**EXERCISE DETAILS**
Show all lines containing "Outcome" from the data below.

**AVAILABLE DATA**
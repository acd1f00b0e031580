package beam

import "soffit.example/units"

// Check is one limit state judged at one place. Demand and Capacity are
// arranged so that the check passes while Demand/Capacity is at most one:
// for a least amount Demand is the amount required and Capacity the amount
// provided; for a greatest spacing Demand is the spacing provided.
type Check struct {
	ID          string // stable, dotted, most general word first: "shear.spacing-along"
	Clause      string // of the code that judged
	Span        int    // 1-based; zero: the whole beam or a demand given directly
	At          units.Length
	HasAt       bool // At is meaningful
	Face        Face // zero: none
	Combination string
	Demand      units.Amount
	Capacity    units.Amount
	Utilization float64
	Outcome     Outcome
	// Detailing marks a rule of arrangement that a layout is commonly drawn
	// to exactly, such as a cover or a spacing. It governs only if it fails.
	Detailing bool
	Reason    string // why not applicable or not judged, or what was decided on the way
	Steps     []Step // the working, in order; only in a final judgement
}

// Step is one line of the working: a value that was given or computed, the
// clause it follows and the expression it came from, in the symbols of the
// steps before it. Unit is the unit that the clause is written in; empty
// leaves the choice to whoever prints.
type Step struct {
	Symbol     string
	Meaning    string
	Clause     string
	Expression string // empty for an input
	Value      units.Amount
	Unit       string
	Note       string // the branch taken, the cap that acted
}

// Compare sets Demand, Capacity, Utilization and Outcome from two amounts of
// one dimension. A limit met exactly passes.
func (c *Check) Compare(demand, capacity units.Amount) {
	c.Demand, c.Capacity = demand, capacity
	d, k := demand.SI(), capacity.SI()
	switch {
	case d <= 0:
		c.Utilization = 0
	case k <= 0:
		c.Utilization = NoCapacity
	default:
		c.Utilization = min(d/k, NoCapacity)
	}
	c.Outcome = Fail
	if c.Utilization <= NoCapacity/2 && units.AtMost(c.Utilization, 1) {
		c.Outcome = Pass
	}
}

// NoCapacity is the utilization of a check whose capacity is nil. It is finite
// so that results always print and compare.
const NoCapacity = 1e9

// NotJudgedCheck reports a limit state that belongs to the job and was not
// judged, with the reason.
func NotJudgedCheck(id, clause, reason string) Check {
	return Check{ID: id, Clause: clause, Outcome: NotJudged, Reason: reason}
}

// NotApplicableCheck reports a limit state that the standard does not ask for
// here, with the reason.
func NotApplicableCheck(id, clause, reason string) Check {
	return Check{ID: id, Clause: clause, Outcome: NotApplicable, Reason: reason}
}

// Failing reports whether any check failed.
func Failing(checks []Check) bool {
	for i := range checks {
		if checks[i].Outcome == Fail {
			return true
		}
	}
	return false
}

// Governing is the judged check with the largest utilization, rules of
// arrangement that are kept left aside; nil if none was judged.
func Governing(checks []Check) *Check {
	var g *Check
	for i := range checks {
		c := &checks[i]
		if c.Outcome != Pass && c.Outcome != Fail || c.Detailing && c.Outcome == Pass {
			continue
		}
		if g == nil || c.Utilization > g.Utilization {
			g = c
		}
	}
	return g
}
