package service_test

import (
	"net/http"
	"slices"
	"strings"
	"testing"

	"github.com/stretchr/testify/require"

	"soffit.example/service/internal/wire"
)

// badInput is a sound request with one thing changed for the worse.
type badInput struct {
	name          string
	request       string // a sound request
	replace, with string // of it
	status        int    // 0: 422
	pointer       string
	detail        string // part of it
	allowed       string // part of it
}
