package beam_test

import (
	"context"
	"fmt"
	"log"

	"soffit.example/beam"
	"soffit.example/beam/aci318"
	"soffit.example/beam/statics"
	"soffit.example/units"
)

// The snippet of the README.
func Example() {
	brief := beam.Brief{
		Section:       beam.Section{Shape: beam.Rectangular, Width: units.Inch.Of(14), Depth: units.Inch.Of(24)},
		Concrete:      beam.Concrete{Strength: units.PSI.Of(4000)},
		Reinforcement: beam.Reinforcement{Catalog: "astm-inch", Yield: units.KSI.Of(60)},
		Exposure:      beam.Interior,
		Spans:         []units.Length{units.Foot.Of(22)},
		Supports:      []beam.Support{{Kind: statics.Pinned, Width: units.Inch.Of(12)}, {Kind: statics.Roller, Width: units.Inch.Of(12)}},
		Loads: []beam.Load{
			{Case: beam.Dead, Shape: beam.Uniform, Intensity: units.KipPerFoot.Of(1.1)},
			{Case: beam.Live, Shape: beam.Uniform, Intensity: units.KipPerFoot.Of(1.3)},
		},
	}
	result, err := beam.Design(context.Background(), aci318.ACI31819(), brief)
	if err != nil {
		log.Fatal(err) // every fault of the brief at once, each with its field and the range allowed
	}
	fmt.Println(result.Verdict, "governed by", result.Governing.ID)
	for _, row := range result.Layout.Longitudinal {
		fmt.Println(row.Face, row.Count, row.Bar)
	}
	// Output:
	// satisfied governed by flexure.positive
	// bottom 6 #6
	// top 2 #3
}
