func onLayouts() []badInput {
	flanged := of(goodCheck, tee)
	const bottom, topRow = `{"bar": "#9", "count": 4, "face": "bottom", "layer": 1}`, `{"bar": "#5", "count": 2, "face": "top"}`
	const stirrups = `"transverse": [`
	bent := strings.Replace(goodCheck, stirrups, `"bent": [{"bar": "#8", "count": 2, "at": "3 ft", "angle": 45, "rises": "left", "bends": 2, "spacing": "10 in"}], `+stirrups, 1)
	const zone = `"legs": 2, "spacing": "9 in"`
	return []badInput{
		{name: "row in no flange", replace: topRow, with: topRow + `, {"bar": "#5", "count": 2, "face": "top", "flange": true, "spacing": "6 in"}`, pointer: "/layout/longitudinal/2/flange", detail: "the section has no flange at the top", allowed: "a face with a flange"},
		{name: "row in the flange of another face", request: flanged, replace: topRow, with: topRow + `, {"bar": "#5", "count": 2, "face": "bottom", "flange": true, "spacing": "6 in"}`, pointer: "/layout/longitudinal/2/flange", detail: "the section has no flange at the bottom"},
		{name: "flange row without spacing", request: flanged, replace: topRow, with: topRow + `, {"bar": "#5", "count": 2, "face": "top", "flange": true}`, pointer: "/layout/longitudinal/2/spacing", detail: "spacing is missing; a row in a flange needs it", allowed: "a length, e.g."},
		{name: "flange row without distance", request: flanged, replace: topRow, with: topRow + `, {"bar": "#5", "count": 2, "face": "top", "flange": true, "spacing": "0 in"}`, pointer: "/layout/longitudinal/2/spacing", detail: "it is 0 in", allowed: "above zero"},
		{name: "bundles in a flange", request: flanged, replace: topRow, with: topRow + `, {"bar": "#5", "count": 2, "face": "top", "flange": true, "spacing": "6 in", "bundled": 2}`, pointer: "/layout/longitudinal/2/bundled", detail: "bundled does not belong to a row in a flange"},
		{name: "second layer in a flange", request: flanged, replace: topRow, with: topRow + `, {"bar": "#5", "count": 2, "face": "top", "flange": true, "spacing": "6 in", "layer": 2}`, pointer: "/layout/longitudinal/2", detail: "bars in a flange lie in layer 2"},
		{name: "flange as word", request: flanged, replace: `"face": "top"`, with: `"face": "top", "flange": "left"`, pointer: "/layout/longitudinal/1/flange", detail: "flange is text", allowed: "true or false"},
		{name: "bundle that is left over", replace: `"count": 4`, with: `"count": 4, "bundled": 3`, pointer: "/layout/longitudinal/0/bundled", detail: "4 bars do not make up bundles of 3", allowed: "a divisor of count"},
		{name: "bundle of five", replace: `"count": 4`, with: `"count": 5, "bundled": 5`, pointer: "/layout/longitudinal/0/bundled", detail: "bundled is 5", allowed: "a whole number from 1 to 4"},
		{name: "yield of a row in psi", replace: `"count": 4`, with: `"count": 4, "yield": "60 psi"`, pointer: "/layout/longitudinal/0/yield", detail: "yield strength is 0.06 ksi", allowed: "15 ksi to 200 ksi"},
		{name: "no yield of a row", replace: `"count": 4`, with: `"count": 4, "yield": "0 ksi"`, pointer: "/layout/longitudinal/0/yield", detail: "it must be above zero", allowed: "above zero"},
		{name: "yield as force", replace: `"count": 4`, with: `"count": 4, "yield": "60 kip"`, pointer: "/layout/longitudinal/0/yield", detail: `has the unit "kip"`, allowed: "a stress in"},
		{name: "yield of side bars", replace: bottom, with: bottom + `, {"bar": "#4", "count": 2, "face": "side", "spacing": "6 in", "yield": "60 ksi"}`, pointer: "/layout/longitudinal/1/yield", detail: "yield does not belong to a row of side bars"},
		{name: "two yields of like bars", replace: bottom, with: bottom + `, {"bar": "#9", "count": 2, "face": "bottom", "layer": 1, "yield": "80 ksi"}`, pointer: "/layout/longitudinal", detail: "two yield strengths", allowed: "one yield strength for each size in a layer"},
		{name: "layer too far", replace: `"layer": 1`, with: `"layer": 21`, pointer: "/layout/longitudinal/0/layer", detail: "layer is 21", allowed: "a whole number from 1 to 20"},

		{name: "flat stirrups", replace: zone, with: zone + `, "angle": 10`, pointer: "/layout/transverse/0/angle", detail: "angle is 10", allowed: "a number from 15 to 90"},
		{name: "stirrups that lean back", replace: zone, with: zone + `, "angle": 135`, pointer: "/layout/transverse/0/angle", detail: "angle is 135", allowed: "a number from 15 to 90"},
		{name: "unknown form", replace: zone, with: zone + `, "form": "spiral"`, pointer: "/layout/transverse/0/form", detail: `form is "spiral"`, allowed: "closed, open"},

		{name: "bent bar of no size", request: bent, replace: `"bar": "#8"`, with: `"bar": "#12"`, pointer: "/layout/bent/0/bar", detail: `"#12"`, allowed: "a size of astm-inch"},
		{name: "no bent bars", request: bent, replace: `"#8", "count": 2`, with: `"#8", "count": 0`, pointer: "/layout/bent/0/count", detail: "count is 0", allowed: "a whole number from 1 to 200"},
		{name: "bent bars nowhere", request: bent, replace: `"at": "3 ft", `, with: ``, pointer: "/layout/bent/0/at", detail: "at is missing", allowed: "a length in"},
		{name: "bent bars beyond the span", request: bent, replace: `"at": "3 ft"`, with: `"at": "30 ft"`, pointer: "/layout/bent/0/at", detail: "place is 360 in", allowed: "0 in to 324 in"},
		{name: "bent bars at no angle", request: bent, replace: `"angle": 45, `, with: ``, pointer: "/layout/bent/0/angle", detail: "angle is missing", allowed: "a number from 15 to 90"},
		{name: "bent bars that lie flat", request: bent, replace: `"angle": 45`, with: `"angle": 5`, pointer: "/layout/bent/0/angle", detail: "angle is 5", allowed: "a number from 15 to 90"},
		{name: "bent bars that rise up", request: bent, replace: `"rises": "left"`, with: `"rises": "up"`, pointer: "/layout/bent/0/rises", detail: `rises is "up"`, allowed: "left, right"},
		{name: "bent bars in a span there is not", request: bent, replace: `"rises": "left"`, with: `"rises": "left", "span": 2`, pointer: "/layout/bent/0/span", detail: "span is 2", allowed: "1 to 1"},
		{name: "bends without spacing", request: bent, replace: `, "spacing": "10 in"`, with: ``, pointer: "/layout/bent/0/spacing", detail: "spacing is missing; bars bent at more than one place need it", allowed: "a length, e.g."},
		{name: "spacing of one bend", request: bent, replace: `"bends": 2`, with: `"bends": 1`, pointer: "/layout/bent/0/spacing", detail: "spacing belongs to bars bent at more than one place"},
		{name: "bends on the spot", request: bent, replace: `"spacing": "10 in"`, with: `"spacing": "0 in"`, pointer: "/layout/bent/0/spacing", detail: "it must be above zero", allowed: "above zero"},
		{name: "bent bars without spans", request: strings.Replace(bent, goodBrief, goodDemands, 1), replace: `"rises": "left"`, with: `"rises": "right"`, pointer: "/layout/bent/0", detail: "demands have none", allowed: "a brief with spans"},
	}
}
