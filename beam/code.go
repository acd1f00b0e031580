package beam

import (
	"errors"

	"soffit.example/bars"
	"soffit.example/units"
)

// Code is a design code in one edition: the only source of factors, limits
// and stress blocks. Implementations are immutable values, safe for
// concurrent use; Design and CheckLayout call the methods in the order given
// here.
type Code interface {
	// Edition names the code.
	Edition() Edition

	// Resolve fills the fields that the brief left to the code, listing each
	// as an assumption, and reports values that the code's tables do not
	// know. It sees a copy of the caller's brief and may change it freely.
	Resolve(b *Brief, note *Register) []Fault

	// Combinations lists the factored combinations of the loaded cases, and
	// every other combination of the code with the reason it was dropped.
	Combinations(b *Brief) (kept []Combination, dropped []DroppedCombination)

	// Scope names every rule that puts the problem outside the method,
	// before any strength is computed. Forces are already analysed.
	Scope(p *Problem) []Refusal

	// Cover is the clear cover to the stirrups (or to the bars, where stirrup
	// is zero) that satisfies the code for both sizes. A brief that gives a
	// cover of its own is laid out with that.
	Cover(p *Problem, stirrup, bar bars.Size) units.Length

	// Gaps are the least clear distances between bars of a layer and between
	// layers.
	Gaps(p *Problem) bars.Clearances

	// Allows reports whether the code lets a size be used so; the search
	// skips those it does not.
	Allows(use bars.Use, s bars.Size) bool

	// LeastTension is a lower bound of the tension steel that moments of
	// this sense need when no compression steel helps, with bars no further
	// from the compression face than depth. The search does not try less.
	// ok is false where no amount would do.
	LeastTension(p *Problem, s Sense, depth units.Length) (area units.Area, ok bool)

	// WidestSpacing is an upper bound of the spacing along the beam at which
	// the code could accept stirrups where it requires them, for tension
	// steel at an effective depth. The search proposes no wider ones, even
	// where none are required.
	WidestSpacing(p *Problem, depth units.Length) units.Length

	// Twists reports whether some torque must be designed for, so that closed
	// stirrups and bars all round are needed.
	Twists(p *Problem) bool

	// Spread is the width, centred on the web, over which tension steel at a
	// flanged face is to be spread; zero where all of it may lie in the web.
	Spread(p *Problem, f Face) units.Length

	// Judge appends to dst the checks of one group of limit states on a
	// trial. A check that rests on the bars of one face carries that Face:
	// in bending the tension face. It must not keep the trial. With t.Record it also writes the
	// working into each check; verdicts are the same either way.
	Judge(dst []Check, g Group, t *Trial) []Check

	// Settle lists, for a finished trial and its checks, what the code's
	// expressions assumed and whether the trial bears it out.
	Settle(t *Trial, checks []Check, note *Register)

	// Strengths gives the strengths of a bare section. A code that does not
	// returns an error that wraps ErrNotOffered.
	Strengths(q SectionQuery) (Strengths, error)

	// Cautions are the code's own standing cautions for a result.
	Cautions() []string
}

// ErrNotOffered says that a code has no answer of the kind asked for.
var ErrNotOffered = errors.New("not offered by this design code")

// Edition names a code and the units its formulas are printed in.
type Edition struct {
	ID     string // "ACI 318-19"
	Title  string
	Year   int
	System units.System
	Scope  []string // what the implementation refuses, in words
}

// Group is a set of limit states that are judged together.
type Group uint8

const (
	// Fitting: cover, clear gaps, layers, aggregate, least bars to hold a
	// stirrup. Needs the bars of both faces.
	Fitting Group = iota + 1
	// Bending: strength and strain limits of each sense, least steel, crack
	// spacing. Needs the bars of both faces.
	Bending
	// Shearing: strength, section limit, least stirrups, spacings, ties of
	// compression bars. Needs stirrup zones too.
	Shearing
	// Whole: limits of the member as such, and what this version does not
	// judge.
	Whole
)

// Groups lists every group in the order of judgement.
func Groups() []Group { return []Group{Fitting, Bending, Shearing, Whole} }

// Combination is one factored combination of load cases.
type Combination struct {
	ID      string // "1.2D + 1.6L"
	Clause  string
	Factors []CaseFactor
}

// CaseFactor multiplies the loads of one case.
type CaseFactor struct {
	Case   LoadCase
	Factor float64
}

// DroppedCombination is a combination that was not used, and why.
type DroppedCombination struct {
	ID     string
	Clause string
	Reason string
}

// Refusal is a scope rule that says the method does not apply.
type Refusal struct {
	Rule   string // stable, dotted: "scope.deep-beam"
	Clause string
	Detail string // the values that broke the rule, and the method that would apply
}
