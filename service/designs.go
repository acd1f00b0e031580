package service

import (
	"context"
	"net/http"
	"strings"

	"soffit.example/beam"
	"soffit.example/service/internal/strict"
	"soffit.example/service/internal/wire"
	"soffit.example/units"
)

// designs answers POST /v1/designs.
func (s *Service) designs(w http.ResponseWriter, r *http.Request) error {
	faults := &strict.Faults{Most: s.limits.Faults}
	request, err := read(s, w, r, s.briefs, faults)
	if err != nil {
		return err
	}
	code := s.code(request.Code, faults, "/code")
	in := intakeFor(code, faults)
	brief := in.brief(&request, "")
	design := func(ctx context.Context) (*beam.Result, error) { return beam.Design(ctx, code, brief) }
	validate := func(code beam.Code) error { return beam.Validate(code, brief) }
	result, err := s.judge(r.Context(), code, validate, faults, "", design)
	if err != nil {
		return err
	}
	return s.replyDesign(w, result, &request, request)
}

// checkLayout answers POST /v1/checks.
func (s *Service) checkLayout(w http.ResponseWriter, r *http.Request) error {
	faults := &strict.Faults{Most: s.limits.Faults}
	request, err := read(s, w, r, s.checks, faults)
	if err != nil {
		return err
	}
	code := s.code(request.Brief.Code, faults, "/brief/code")
	in := intakeFor(code, faults)
	brief := in.brief(&request.Brief, "/brief")
	layout := in.layout(&request.Layout, &brief, "/layout")
	check := func(ctx context.Context) (*beam.Result, error) { return beam.CheckLayout(ctx, code, brief, layout) }
	validate := func(code beam.Code) error { return beam.ValidateLayout(code, brief, layout) }
	result, err := s.judge(r.Context(), code, validate, faults, "/brief", check)
	if err != nil {
		return err
	}
	return s.replyDesign(w, result, &request.Brief, request)
}

// judge runs do, unless the request has faults. Then it has package beam add
// those that it sees, so that one reply lists all.
func (s *Service) judge(ctx context.Context, code beam.Code, validate func(beam.Code) error, faults *strict.Faults, at string, do func(context.Context) (*beam.Result, error)) (*beam.Result, error) {
	if !faults.None() {
		if code != nil {
			addInput(faults, validate(code), at)
		}
		return nil, invalidInput(faults.All())
	}
	var result *beam.Result
	err := s.compute(ctx, func(ctx context.Context) (err error) {
		result, err = do(ctx)
		return err
	})
	if err != nil && addInput(faults, err, at) {
		return nil, invalidInput(faults.All())
	}
	return result, err
}

// replyDesign writes a result as the request asked for it.
func (s *Service) replyDesign(w http.ResponseWriter, result *beam.Result, brief *wire.Brief, request any) error {
	sum, err := hash(request)
	if err != nil {
		return err
	}
	out := outlet{system: reportIn(brief.ReportIn, result.System), full: brief.Detail != nil}
	w.Header().Add("Vary", "Accept")
	return reply(w, http.StatusOK, out.design(result, sum))
}

// reportIn is the system of units of a reply.
func reportIn(asked *string, usual units.System) units.System {
	if asked == nil {
		return usual
	}
	system, err := units.ParseSystem(*asked)
	if err != nil {
		return usual // the word has a fault of its own
	}
	return system
}

// addInput adds the faults of an *beam.InputError, whose paths are those of a
// brief alone, at the place of the brief in the request. Paths of a layout
// stand beside it.
func addInput(faults *strict.Faults, err error, at string) bool {
	input, ok := inputError(err)
	if !ok {
		return false
	}
	for _, f := range input.Faults {
		if !strings.HasPrefix(f.Path, "/layout") {
			f.Path = at + f.Path
		}
		faults.Add(strict.Fault(f))
	}
	return true
}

**WRITTEN SOLUTION**
	Outcome     Outcome
// Compare sets Demand, Capacity, Utilization and Outcome from two amounts of
	c.Outcome = Fail
		c.Outcome = Pass
	return Check{ID: id, Clause: clause, Outcome: NotJudged, Reason: reason}
	return Check{ID: id, Clause: clause, Outcome: NotApplicable, Reason: reason}
		if checks[i].Outcome == Fail {
		if c.Outcome != Pass && c.Outcome != Fail || c.Detailing && c.Outcome == Pass {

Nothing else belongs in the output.